The at-sea training also wowed the astronauts. Wiseman recounted getting hoisted off the ship, dangling from a hovering helicopter at night. “This is crazy. This is off of movies, and we’re living it every day,” he said at the briefing.
The upcoming Artemis missions are focused on the Moon, but the greater goal is to pave the way for Mars exploration, Wiseman said. “It’s humans on Mars. It’s humans working on and around the Moon. When we put our minds together to go out and do something – as a planet, all cooperating – that is our goal. To go out and to explore our solar system like humans do. What’s around the next corner? We want to know. We are excited to be the first crew in over 50 years to go out to the moon and back, 50,000 miles out and 250,000 miles back.”
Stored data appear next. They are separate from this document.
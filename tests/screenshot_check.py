"""Check a headless-browser screenshot of report.html: the charts rendered.

Passes when the page is not blank (at least 3% of pixels are not near-white) and the
report's palette colours appear in it (cluster 1 blue #0072B2, cluster 2 orange #E69F00,
cluster 3 green #009E73), which only the SVG charts and the table swatches draw.
Run: python screenshot_check.py SCREENSHOT.png
"""
import sys

import numpy as np
from PIL import Image

px = np.asarray(Image.open(sys.argv[1]).convert("RGB")).astype(int)
h, w, _ = px.shape
ink = float((px.min(axis=2) < 235).mean())
wanted = {"blue": (0x00, 0x72, 0xB2), "orange": (0xE6, 0x9F, 0x00), "green": (0x00, 0x9E, 0x73)}
seen = {name: int((np.abs(px - np.array(rgb)).max(axis=2) <= 6).sum()) for name, rgb in wanted.items()}
print(f"screenshot {w}x{h}: {100 * ink:.1f}% inked; palette pixels {seen}")
if ink < 0.03 or min(seen.values()) < 200:
    sys.exit("the report's charts did not render")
“When we land, it’ll be an LPD from the U.S. Navy with survival swimmers coming down the hoist, maybe in the night,” he said.
The Artemis II mission will be notable for another reason. The four-astronaut crew will be the first to leave low-Earth orbit and fly around the Moon with a female astronaut, a Black astronaut and a Canadian astronaut.
“It doesn’t matter if you’re a first if there’s no seconds, thirds and fourths,” Glover, a veteran fighter and test pilot, said during the briefing. “So that’s really what I think about is making sure we do the best at our job so that the American people and our international partners continue to have faith in their public space agencies so we can keep going and exploring further.” Glover had piloted a 2020-2021 SpaceX mission to the International Space Station and, during 168 days in space, did four spacewalks.
“It’s important to bring anyone who has innovative ideas, anyone who has a desire to contribute, to this team,” added Koch, who’s tallied the longest time in space by any woman during a 2019-2020 mission to the space station. “That’s what makes us successful and that’s what is really worth celebrating.”
The latest underway training with the Navy crews helped work through problems such as broken parts and rougher seas than expected, Wiseman said. “You never understand the problems that nature can throw at you,” he said.
The next training drills, ULT-12, will be the mission certification run before the actual lunar mission, Villareal said. The joint NASA-Navy training includes Navy’s Expeditionary Strike Group 3, U.S. Space Command and other Department of Defense units.